As the Read Aloud book opens and each page unfolds, the story spreads its magic as all, both juniors and seniors, cluster together…and listen. 

Some weeks ago, in our first session of the academic year, we decided to do a story on Memory. Wilfrid Gordon McDonald Partridge by Mem Fox, is a story that encompasses this theme gently but irrevocably.

We opened up this theme through a pre-story activity and discussion and then began the story. In the report that followed the session, the various initial responses to Memory as below: 

Memory was opened up and responses elicited about what it meant. L said it is usually something happy. The others said it could be something sad also. They connected it to exams and said that often they forget things during exams and can’t remember what to write.
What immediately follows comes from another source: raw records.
//! What a plant file may say and this version does not work. Each is refused as a mistake, so
//! that nobody takes silence for an answer; with the line below deleted it is taken.

use super::read::Value;

/// Key, value (empty: any), and why it is refused.
const REFUSED: &[(&str, &str, &str)] = &[
    ("filtration", "cross-flow", "cross-flow trains are not worked by this version"),
    ("drive", "submerged", "submerged membranes are not worked by this version"),
    ("layout", "long", "the long layout is not read by this version"),
    ("values", "mean", "exports of means are not worked by this version"),
    ("between", "hold", "exports of changes only are not worked by this version"),
    ("max_hold", "", "held values are not worked by this version"),
    ("like", "", "a format by example is not read by this version; write it as `format`"),
];

/// A meter that serves several trains is refused: its flow is not apportioned, and divided by
/// one train's area it would be a number that nobody could trust.
pub(super) const SHARED_METERS: &str =
    "a flow meter that serves several trains is not worked by this version";

/// Trains whose state has to be inferred are refused.
pub(super) const STATE_IS_NEEDED: bool = true;

/// Refuses a value of a key if this version does not work it.
pub(super) fn refuse(key: &str, word: &str, value: &Value<'_>) {
    for (_, _, why) in REFUSED.iter().filter(|(k, w, _)| *k == key && (*w == word || w.is_empty()))
    {
        value.report.mistake(&value.span, *why);
    }
}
They felt everyone has memory problems and forget things, old people and young people both. T suggested talking with people and reading as ways to get back ones memory.

Memory is something so abstract, but the story conveyed this abstraction beautifully. The boys followed Wilfrid in the story, as he carefully chose and handed over each memory to Miss. Nancy. In the extension activity that followed, each one drew out one strong memory that they remember a lot. These expressions in art had both joyous and sad moments, memories both close to home and close to heart. 

A week prior to this session, we had opened out this same story to a group of Senior Citizens in a session that took place in a Senior Citizens Recreation Centre. And the same magic had unfolded, deeper and nostalgic.

Stories do this. They bridge gaps and defy age in a way that few else does. They make us relive moments and provoke further such moments, thoughtful, provocative, grounded and magical. 

‘He called on Mr. Drysdale who had a voice like a giant. ‘What’s a memory?’,he asked. 

‘Something as precious as gold, young man, something as precious as gold.’